Question

An engineer is going to redesign an ejection seat for an airplane. The seat was designed for pilots weighing between 150 lb and 191 lb. The new population of pilots has normally distributed weights with a mean of 155 lb and a standard deviation of 29.2 lb.
(a) If a pilot is randomly selected, find the probability that his weight is between 150 lb and 201 lb.
(b) If 39 different pilots are randomly selected, find the probability that their mean weight is between 150 lb and 201 lb.
(c) When redesigning the ejection seat which probability is more relevant
Part (a) or Part (b)?

Answer 1

Answer:

(a) 0.50928

(b) 0.857685.

Step-by-step explanation:

We are given that an engineer is going to redesign an ejection seat for an airplane. The new population of pilots has normally distributed weights with a mean of 155 lb and a standard deviation of 29.2 lb i.e.;                                                         $\mu$ = 160 lb  and $\sigma$ = 27.5 lb

(A) We know that Z = $\frac{X - \mu}{\sigma}$ ~ N(0,1)

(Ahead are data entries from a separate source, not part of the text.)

/// An operator the Lanczos solvers can run on: matrix-free, or on its CSR matrix built
/// first.
pub trait Solvable<S: Scalar>: Sync {
    /// The matrix-free product.
    type Map<'a>: HermitianMap<S>
    where
        Self: 'a;
    /// Dimension of a vector.
    fn dim(&self) -> usize;
    /// The matrix-free product (prepared on first use; interruptible).
    ///
    /// # Errors
    /// [`CoreError::Interrupted`] while preparing.
    fn matrix_free(&self, interrupt: &dyn Interrupt) -> CoreResult<Self::Map<'_>>;
    /// Whether the operator is a stored matrix already: the solvers then run on it and
    /// build nothing, whatever the preference.
    fn is_stored(&self) -> bool {
        false
    }
    /// Whether the matrix-free product is about as fast as a stored matrix (then the
    /// solvers stay matrix-free unless told to store).
    ///
    /// # Errors
    /// [`CoreError::Interrupted`] while preparing the product.
    fn fast_matrix_free(&self, interrupt: &dyn Interrupt) -> CoreResult<bool>;
    /// Estimated stored entries of the matrix ([`ESTIMATE_SAMPLES`] rows).
    ///
    /// # Errors
    /// [`CoreError::Interrupted`] during an exact count.
    fn estimate(&self, runner: &Runner, interrupt: &dyn Interrupt) -> CoreResult<NnzEstimate>;
    /// The CSR matrix.
    ///
    /// # Errors
    /// As the operator's build.
    fn build(&self, runner: &Runner, interrupt: &dyn Interrupt) -> CoreResult<CsrAny<S>>;
}

/// Whether a solve stores the matrix: the caller's preference and memory limit.
#[derive(Debug, Clone, Copy, Default, PartialEq, Eq)]
pub struct Storage {
    /// `Some(true)`: store; `Some(false)`: matrix-free; `None`: decide.
    pub store: Option<bool>,
    /// Bytes the solve may plan to use (`None`: the memory available now).
    pub memory_limit: Option<u128>,
}
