def _evolve_time_dependent(
    H: TimeDependent,
    space: Any,
    psi0: Any,
    times: Any,
    *,
    observables: Mapping[str, LadderExpr] | None,
    keep_states: bool,
    tol: float,
    krylov_dim: int | None,
    method: str,
    threads: int | None,
    memory_limit: int | None,
    cutoff_warning: float | None,
    max_step: float | None,
    fixed_step: float | None,
    t_start: float,
    progress: ProgressOption = None,
    checkpoint: object = None,
    checkpoint_every: float = DEFAULT_CHECKPOINT_EVERY,
) -> Evolution:
    """:func:`evolve` for ``H(t) = H0 + Σ_k f_k(t) H_k`` (see its Notes)."""
    from fockmill.spaces.checks import check_space

    space = check_space(_driven_space(H, space))
    if psi0 is None or times is None:
        raise TypeError("evolve needs psi0= (the state at t = 0) and times=")
    t = _check_times(times)
    tol = check_positive(tol, "tol", "1e-10")
    if max_step is not None:
        max_step = check_positive(max_step, "max_step", "0.1")
    if fixed_step is not None:
        fixed_step = check_positive(fixed_step, "_fixed_step", "0.01")
    _check_krylov_options(krylov_dim, keep_states)
    # Every coefficient is evaluated once before any work, so a bad one fails at once.
    H.coefficients(0.0)
    if isinstance(H.H0, Problem):
        if H.H0.space != space:
            raise ValueError(
                f"H0 (the constant part) is prepared on another space ({H.H0.space!r}) than "
                f"the state's ({space!r}); prepare every part on the same space"
            )
        host = as_problem(H.H0, space, threads=threads, memory_limit=memory_limit)
    else:
        host = _compile_part(H.H0, "H0 (the constant part)", space, None, threads, memory_limit)
    problems = [host]
    for k, (part, _) in enumerate(H.parts, start=1):
        what = f"part {k} (H_{k}) of the time-dependent Hamiltonian"
        problems.append(_compile_part(part, what, space, host))
    memory_limit = host.memory_limit
    psi = check_state(space, psi0, "psi0").astype(np.complex128)
    obs = prepare_observables(observables, host)
    dim = psi.shape[0]
    ck = open_checkpoint(
        checkpoint,
        checkpoint_every,
        task="evolve",
        space=space,
        hamiltonian=hamiltonian_hash(host.expr),
        settings=_evolve_settings(
            t,
            psi,
            obs,
            tol,
            krylov_dim,
            keep_states,
            method,
            parts=[hamiltonian_hash(p.expr) for p in problems[1:]],
            coefficients=_coefficients_identity(H, t),
            max_step=max_step,
            fixed_step=fixed_step,
        ),
    )
    if ck is not None and ck.finished is not None:
        return _evolution_from(ck.finished, t, obs, space, cutoff_warning, t_start)
    resumed = None if ck is None else ck.running("evolve")
    if resumed is not None:
        krylov_dim = resumed.integers["krylov_dim"]
    elif krylov_dim is None:
        krylov_dim = _default_krylov_dim(dim, memory_limit)
    m = int(min(krylov_dim, dim))
    # Krylov basis, ψ and the three trial states of a doubled step, products in flight.
    kept = dim * t.size * 16 if keep_states else 0
    vectors = m + 8 + -(-kept // max(16 * dim, 1))
    # Parts that are zero (say H0 = 0) cost no products.
    used = [k for k, p in enumerate(problems) if not p.expr.is_zero()]
    maps = _driven_maps([problems[k] for k in used], vectors, method, memory_limit)
    recorder = _Recorder(obs, space, dim, t.size, keep_states)

    def record(k: int, state: npt.NDArray[np.complex128]) -> None:
        recorder.record(k, state, host.pool)

    def coefficients(time_: float) -> list[float]:
        every = [1.0, *H.coefficients(time_)]
        return [every[k] for k in used]

    t_end = float(t[-1])
    stops = sorted({float(x) for x in t if x > 0} | {b for b in H.breakpoints() if 0 < b < t_end})
    try:
        integrator = Integrator(
            maps,
            coefficients,
            dim=dim,
            krylov_dim=m,
            tol=tol,
            t_end=max(t_end, 1e-300),
            max_step=max_step,
            fixed_step=fixed_step,
            reorthogonalize=m * dim <= REORTHOGONALIZE_MAX,
        )
    except MemoryError:
        raise SizeLimitError(
            f"the Krylov basis of {m} vectors of {dim:,} states does not fit; lower krylov_dim"
        ) from None
    now = 0.0
    k = 0
    first = 0
    if resumed is not None:
        psi = resumed.load("psi").astype(np.complex128)
        k, first = resumed.integers["k"], resumed.integers["stop"]
        now = stops[first - 1] if first > 0 else 0.0
        h = resumed.numbers["h"]
        integrator.h = h[0] if h else None
        integrator.count = Counters(
            steps=resumed.integers["steps"],
            rejected=resumed.integers["rejected"],
            products=resumed.integers["products"],
            exponentials=resumed.integers["exponentials"],
            error=resumed.numbers["error"][0],
        )
        recorder.restore(resumed, k)
    while k < t.size and t[k] <= now:
        record(k, psi)
        k += 1
    reporter = make_progress(progress, "evolve", total=t_end, unit="time")
    # Many small vector operations: see fockmill.settings.threads.
    with blas_threads(1), _Closing(reporter, ck):
        for i in range(first, len(stops)):
            stop = stops[i]
            psi = integrator.advance(psi, now, stop)
            now = stop
            while k < t.size and t[k] <= now:
                record(k, psi)
                k += 1
            count = integrator.count
            if reporter is not None:
                reporter.update(step=count.steps, products=count.products, time_reached=now)
            if ck is not None and i + 1 < len(stops) and ck.due():
                ck.save(
                    status="running",
                    solver="evolve",
                    integers={
                        "k": k,
                        "stop": i + 1,
                        "krylov_dim": m,
                        "steps": count.steps,
                        "rejected": count.rejected,
                        "products": count.products,
                        "exponentials": count.exponentials,
                    },
                    numbers={
                        "h": [] if integrator.h is None else [integrator.h],
                        "error": [count.error],
                    },
                    vectors={"psi": psi, **recorder.saved(k)},
                )
    values = recorder.values()
    weights_max = recorder.finish(cutoff_warning)
    count = integrator.count
    if fixed_step is None:
        warn_tolerance_not_met(tol, count.error, "evolve")
    result = Evolution(
        times=t,
        values=values,
        states=recorder.states,
        final=psi.copy(),
        top_weights=weights_max,
        steps=count.steps,
        products=count.products,
        method=maps[0].method if maps else "operator",
        error_estimate=float(count.error),
        seconds=time.perf_counter() - t_start,
    )
    _save_evolution(ck, result)
    return result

Let X = randomly selected pilot  

If a pilot is randomly selected, the probability that his weight is between 150 lb and 201 lb = P(150 < X < 201)

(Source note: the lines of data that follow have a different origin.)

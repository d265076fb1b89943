// Generated grey frames for signal tests: a textured scene whose content is known, plus blur and noise.
import { mulberry32 } from '../../../shared/pairing/seeded-random';

export interface Texture {
  /** Mean grey level the texture is centred on. */
  mean: number;
  /** Peak amplitude of the pattern around the mean. */
  amplitude: number;
}

const WAVES = 6;
const MAX_GREY = 255;

/** A smooth random pattern (sum of oriented sine waves) with fine noise, clamped to 0..255. */
export function texturedGrey(width: number, height: number, seed: number, texture: Texture): Float32Array {
  const random = mulberry32(seed);
  const waves = Array.from({ length: WAVES }, () => ({
    fx: (random() - 0.5) * 0.6,
    fy: (random() - 0.5) * 0.6,
    phase: random() * 2 * Math.PI,
  }));
  const out = new Float32Array(width * height);
  for (let y = 0; y < height; y += 1) {
    for (let x = 0; x < width; x += 1) {
      let v = 0;
      for (const w of waves) v += Math.sin(w.fx * x + w.fy * y + w.phase);
      const fine = (random() - 0.5) * 0.4;
      out[y * width + x] = clampGrey(texture.mean + texture.amplitude * (v / WAVES + fine));
    }
  }
  return out;
}

/** Adds uniform noise in ±amplitude, clamped to 0..255. */
export function withNoise(grey: Float32Array, amplitude: number, seed: number): Float32Array {
  const random = mulberry32(seed);
  return grey.map((v) => clampGrey(v + (random() * 2 - 1) * amplitude));
}

/** Repeated box blur with edge clamping: a strong low-pass that makes frames blurry. */
export function boxBlur(
  grey: Float32Array,
  width: number,
  height: number,
  radius: number,
  passes: number,
): Float32Array {
  let current = grey;
  for (let pass = 0; pass < passes; pass += 1) {
    const next = new Float32Array(current.length);
    for (let y = 0; y < height; y += 1) {
      for (let x = 0; x < width; x += 1) {
        let sum = 0;
        let count = 0;
        for (let dy = -radius; dy <= radius; dy += 1) {
          for (let dx = -radius; dx <= radius; dx += 1) {
            const yy = Math.min(height - 1, Math.max(0, y + dy));
            const xx = Math.min(width - 1, Math.max(0, x + dx));
            sum += current[yy * width + xx];
            count += 1;
          }
        }
        next[y * width + x] = sum / count;
      }
    }
    current = next;
  }
  return current;
}

function clampGrey(v: number): number {
  return Math.min(MAX_GREY, Math.max(0, v));
}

P(150 < X < 201) = P(X < 201) - P(X <= 150)

P(X < 201) = P( $\frac{X - \mu}{\sigma}$ < $\frac{201 - 155}{29.2}$ ) = P(Z < 1.57) = 0.94179

P(X <= 150) = P( $\frac{X - \mu}{\sigma}$  < $\frac{150 - 155}{29.2}$ ) = P(Z < -0.17) = 1 - P(Z < 0.17) = 1 - 0.56749

                                                                                                   = 0.43251

Therefore, P(150 < X < 201) = 0.94179 - 0.43251 = 0.50928 .

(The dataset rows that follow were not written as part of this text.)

import { beforeAll, describe, expect, it } from 'vitest';
import { mulberry32 } from '../../../shared/pairing/seeded-random';
import {
  DEFAULT_CUT_BINS,
  DEFAULT_CUT_THRESHOLD,
  greyHistogram,
  histogramCorrelation,
} from '../../../worker/signals/cuts';
import { cutThumb, pairEvidence } from '../../../worker/signals/cut-evidence';
import { decideCuts, type PairMeasures } from '../../../worker/signals/cut-decision';
import { loadOpenCv, type OpenCv } from './opencv';
import { texturedGrey, withNoise } from './synthetic-frames';

const WIDTH = 64;
const HEIGHT = 48;

let cv: OpenCv;

beforeAll(async () => {
  ({ cv } = await loadOpenCv());
});

function compareHistWithOpenCv(h1: Float64Array, h2: Float64Array): number {
  const a = cv.matFromArray(h1.length, 1, cv.CV_32F, Array.from(h1));
  const b = cv.matFromArray(h2.length, 1, cv.CV_32F, Array.from(h2));
  const result = cv.compareHist(a, b, cv.HISTCMP_CORREL);
  a.delete();
  b.delete();
  return result;
}

describe('histogram correlation', () => {
  it('agrees with OpenCV compareHist(HISTCMP_CORREL)', () => {
    // PySceneDetect's HistogramDetector compares with cv2.compareHist(HISTCMP_CORREL) (CHECK-VALUES §9 [V]);
    // cross-checked here against OpenCV.js on random histograms.
    const random = mulberry32(3);
    for (let trial = 0; trial < 5; trial += 1) {
      const h1 = Float64Array.from({ length: DEFAULT_CUT_BINS }, () => Math.floor(random() * 500));
      const h2 = Float64Array.from({ length: DEFAULT_CUT_BINS }, () => Math.floor(random() * 500));
      expect(histogramCorrelation(h1, h2)).toBeCloseTo(compareHistWithOpenCv(h1, h2), 6);
    }
  });

  it('is 1 against a flat histogram, as OpenCV returns', () => {
    // OpenCV.js returns 1 when a histogram has no variance across bins (checked here, not assumed).
    const flat = new Float64Array(8).fill(4);
    const ramp = Float64Array.from({ length: 8 }, (_, i) => i);
    expect(compareHistWithOpenCv(flat, ramp)).toBe(1);
    expect(histogramCorrelation(flat, ramp)).toBe(1);
  });

  it('bins 8-bit grey into 128 equal bins over [0, 256)', () => {
    // cv2.calcHist(…, [128], [0, 256]) as PySceneDetect calls it: codes 0 and 1 share bin 0, 254 and 255 bin 127 [C].
    const h = greyHistogram(Float32Array.from([0, 1, 2, 254, 255, 255.4]));
    expect(h.length).toBe(128);
    expect([h[0], h[1], h[127]]).toEqual([2, 1, 3]);
  });
});

/** The detector on grey frames, as the signals stage runs it (worker/pipeline/cut-detection.ts). */
function decide(frames: Float32Array[]) {
  const thumbs = frames.map((grey) => cutThumb(grey, WIDTH, HEIGHT));
  const histograms = frames.map((grey) => greyHistogram(grey));
  const compare = (a: number, b: number): PairMeasures => ({
    ...pairEvidence(thumbs[a]!, thumbs[b]!),
    histogramDistance: 1 - histogramCorrelation(histograms[a]!, histograms[b]!),
  });
  const pairs = frames.slice(1).map((_, p) => compare(p, p + 1));
  return decideCuts(pairs, compare, { histogramThreshold: DEFAULT_CUT_THRESHOLD });
}

describe('cut detection', () => {
  it('defaults to PySceneDetect v0.7.2: 128 bins, threshold 0.20', () => {
    // PySceneDetect v0.7.2 release notes: threshold 0.05 → 0.20, bins 256 → 128 (CHECK-VALUES §9 [V]).
    expect(DEFAULT_CUT_BINS).toBe(128);
    expect(DEFAULT_CUT_THRESHOLD).toBe(0.2);
  });

  it('finds a scene switch exactly where it happens and nowhere else', () => {
    // Generated clip: frames 0..11 show a dim scene, frames 12..23 a bright one, each frame with its own noise.
    const switchAt = 12;
    const frames = Array.from({ length: 24 }, (_, i) => {
      const scene =
        i < switchAt
          ? texturedGrey(WIDTH, HEIGHT, 1, { mean: 70, amplitude: 40 })
          : texturedGrey(WIDTH, HEIGHT, 2, { mean: 170, amplitude: 50 });
      return withNoise(scene, 3, 100 + i);
    });
    const { cutBefore, evidence } = decide(frames);
    expect(cutBefore.map((c, i) => (c ? i : -1)).filter((i) => i >= 0)).toEqual([switchAt]);
    expect(evidence[switchAt]!.histogramDistance).toBeGreaterThan(DEFAULT_CUT_THRESHOLD);
    expect(evidence[switchAt]!.fired.histogram).toBeDefined();
  });

  it('finds no cut in a slow brightness ramp', () => {
    // Generated clip: the same scene brightening by 0.5 grey levels a frame over 60 frames (30 levels in all).
    const scene = texturedGrey(WIDTH, HEIGHT, 5, { mean: 100, amplitude: 60 });
    const frames = Array.from({ length: 60 }, (_, i) =>
      withNoise(
        scene.map((v) => v + i * 0.5),
        2,
        200 + i,
      ),
    );
    const { cutBefore, evidence } = decide(frames);
    expect(cutBefore.some(Boolean)).toBe(false);
    expect(Math.max(...evidence.slice(1).map((e) => e!.histogramDistance))).toBeLessThan(DEFAULT_CUT_THRESHOLD);
    // The ramp as a whole does move the histogram: first against last frame would read as a cut.
    expect(1 - histogramCorrelation(greyHistogram(frames[0]), greyHistogram(frames[59]))).toBeGreaterThan(0.2);
  });

  it('lets the histogram fire at ≥ the project threshold on 1 − correlation, as PySceneDetect compares', () => {
    // PySceneDetect cuts where correlation ≤ 1 − threshold, i.e. 1 − correlation ≥ threshold.
    const h1 = Float64Array.from([10, 0, 0, 10]);
    const h2 = Float64Array.from([10, 0, 10, 0]);
    const score = 1 - histogramCorrelation(h1, h2);
    const pairs = (distance: number): PairMeasures[] =>
      Array.from({ length: 9 }, (_, p) => ({
        histogramDistance: distance,
        edgeChange: 0,
        motionConsistency: 1,
        warpError: 0.1 + p * 1e-3,
      }));
    const compare = (): PairMeasures => ({ histogramDistance: 0, edgeChange: 0, motionConsistency: 1, warpError: 0 });
    // Every pair has the same distance, so only the project threshold, not the local level, can make it fire.
    expect(decideCuts(pairs(score), compare, { histogramThreshold: score }).evidence[5]!.fired.histogram).toBe(score);
    expect(
      decideCuts(pairs(score), compare, { histogramThreshold: score + 1e-9 }).evidence[5]!.fired.histogram,
    ).toBeUndefined();
  });
});
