import { beforeAll, describe, expect, it } from 'vitest';
import { laplacianVariance } from '../../../worker/signals/laplacian-variance';
import { loadOpenCv, type OpenCv } from './opencv';
import { texturedGrey } from './synthetic-frames';

let cv: OpenCv;

beforeAll(async () => {
  ({ cv } = await loadOpenCv());
});

describe('variance of the Laplacian', () => {
  it('is 0 on a constant image', () => {
    // CHECK-VALUES §9 [C]: a constant image has a zero Laplacian everywhere, borders included.
    expect(laplacianVariance(new Float32Array(7 * 5).fill(93), 7, 5)).toBe(0);
  });

  it('is 0.8 on a 5×5 zero image with a centre 1', () => {
    // CHECK-VALUES §9 [C]: the kernel [[0,1,0],[1,−4,1],[0,1,0]] gives −4 at the centre and 1 at its four
    // neighbours, so the mean is 0 and the variance (16 + 4) / 25 = 0.8.
    const grey = new Float32Array(25);
    grey[12] = 1;
    expect(laplacianVariance(grey, 5, 5)).toBeCloseTo(0.8, 12);
  });

  it('agrees with OpenCV Laplacian (ksize 1, BORDER_DEFAULT = REFLECT_101) and meanStdDev', () => {
    // Cross-check: `cv2.Laplacian(gray, ddepth).var()` as in Pech-Pacheco et al. 2000 practice (CHECK-VALUES §9),
    // through OpenCV.js with ksize 1 and the default border; odd sizes exercise every border case.
    const width = 37;
    const height = 23;
    const grey = texturedGrey(width, height, 11, { mean: 120, amplitude: 90 });
    const src = cv.matFromArray(height, width, cv.CV_32F, Array.from(grey));
    const lap = new cv.Mat();
    const mean = new cv.Mat();
    const std = new cv.Mat();
    cv.Laplacian(src, lap, cv.CV_32F, 1, 1, 0, cv.BORDER_DEFAULT);
    cv.meanStdDev(lap, mean, std);
    const reference = std.doubleAt(0, 0) ** 2;
    [src, lap, mean, std].forEach((m) => m.delete());
    expect(reference).toBeGreaterThan(100);
    expect(Math.abs(laplacianVariance(grey, width, height) - reference) / reference).toBeLessThan(1e-5);
  });

  it('handles one-pixel-wide images and refuses mismatched sizes', () => {
    expect(laplacianVariance(Float32Array.from([1, 2, 3]), 1, 3)).toBeGreaterThanOrEqual(0);
    expect(() => laplacianVariance(new Float32Array(10), 3, 3)).toThrow(RangeError);
  });
});
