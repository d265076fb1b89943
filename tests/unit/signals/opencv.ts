// Loads OpenCV.js (@techstark/opencv-js) for cross-checks against the reference implementation.
// The module object has a `then` method, so it must never be awaited or returned from an async function
// directly: we wait for `onRuntimeInitialized` and hand it back inside a wrapper object.
import { createRequire } from 'node:module';

export type OpenCv = typeof import('@techstark/opencv-js');

interface EmscriptenModule {
  Mat?: unknown;
  onRuntimeInitialized?: () => void;
}

export async function loadOpenCv(): Promise<{ cv: OpenCv }> {
  const require = createRequire(import.meta.url);
  const cv = require('@techstark/opencv-js') as OpenCv & EmscriptenModule;
  await new Promise<void>((resolve) => {
    if (typeof cv.Mat === 'function') resolve();
    else cv.onRuntimeInitialized = resolve;
  });
  return { cv };
}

(B) We know that for sampling mean distribution;

           Z = $\frac{Xbar - \mu}{\frac{\sigma}{\sqrt{n} } }$ ~ N(0,1)

If 39 different pilots are randomly selected, the probability that their mean weight is between 150 lb and 201 lb is given by P(150 < X bar < 210);

 P(150 < X bar < 210) = P(X bar < 201) - P(X bar <= 150)

P(X bar < 201) = P( $\frac{Xbar - \mu}{\frac{\sigma}{\sqrt{n} } }$ < $\frac{201 - 155}{\frac{29.2}{\sqrt{39} } }$ ) = P(Z < 9.84) = 1 - P(Z >= 9.84)

                                                                                  = 0.999995

P(X bar <= 150) = P( $\frac{Xbar - \mu}{\frac{\sigma}{\sqrt{n} } }$ < $\frac{150 - 155}{\frac{29.2}{\sqrt{39} } }$ ) = P(Z < -1.07) = 1 - P(Z < 1.07)

                                                                                   = 1 - 0.85769 = 0.14231

Therefore,  P(150 < X bar < 210) = 0.999995 - 0.14231 = 0.857685.

C) If the tolerance level is very high to accommodate an individual pilot then it should be appropriate ton consider the large sample i.e. Part B probability is more relevant in that case.